'''

"""Fonts for the pack: DejaVu Sans, shipped with matplotlib, registered once with reportlab.

Charts and text then share one typeface, every font is embedded (no reference to a base-14 font),
and the same files are used on every machine with the same matplotlib version.
"""

from __future__ import annotations

from functools import lru_cache
from pathlib import Path

import matplotlib
from reportlab import rl_config
from reportlab.lib.fonts import addMapping
from reportlab.pdfbase import pdfmetrics
from reportlab.pdfbase.ttfonts import TTFont

REGULAR = "PlumblineSans"
BOLD = "PlumblineSans-Bold"
ITALIC = "PlumblineSans-Oblique"
BOLD_ITALIC = "PlumblineSans-BoldOblique"

_FILES = {
    REGULAR: "DejaVuSans.ttf",
    BOLD: "DejaVuSans-Bold.ttf",
    ITALIC: "DejaVuSans-Oblique.ttf",
    BOLD_ITALIC: "DejaVuSans-BoldOblique.ttf",
}


def font_dir() -> Path:
    return Path(matplotlib.get_data_path()) / "fonts" / "ttf"


@lru_cache(maxsize=1)
def register() -> str:
    """Register the family with reportlab (idempotent) and return the regular face's name."""
    for name, filename in _FILES.items():
        pdfmetrics.registerFont(TTFont(name, str(font_dir() / filename)))
    addMapping(REGULAR, 0, 0, REGULAR)
    addMapping(REGULAR, 1, 0, BOLD)
    addMapping(REGULAR, 0, 1, ITALIC)
    addMapping(REGULAR, 1, 1, BOLD_ITALIC)
    rl_config.defaultGraphicsFontName = REGULAR
    return REGULAR
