"""Paths into a definition, in the form users read: ``sections[2].charts[0].measure``."""

from __future__ import annotations

from collections.abc import Iterable

from service.definition.model import INTENTS

#: Tags of the chart union, which pydantic inserts into error locations after the list index.
_UNION_TAGS = frozenset(INTENTS)


def join(loc: Iterable[int | str]) -> str:
    parts = list(loc)
    out = ""
    for i, part in enumerate(parts):
        if isinstance(part, int):
            out += f"[{part}]"
        elif part in _UNION_TAGS and i >= 2 and parts[i - 2] == "charts":
            continue
        else:
            out += f".{part}" if out else part
    return out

'''

Say how many lines above include "BoldOblique". The number alone is the answer.

2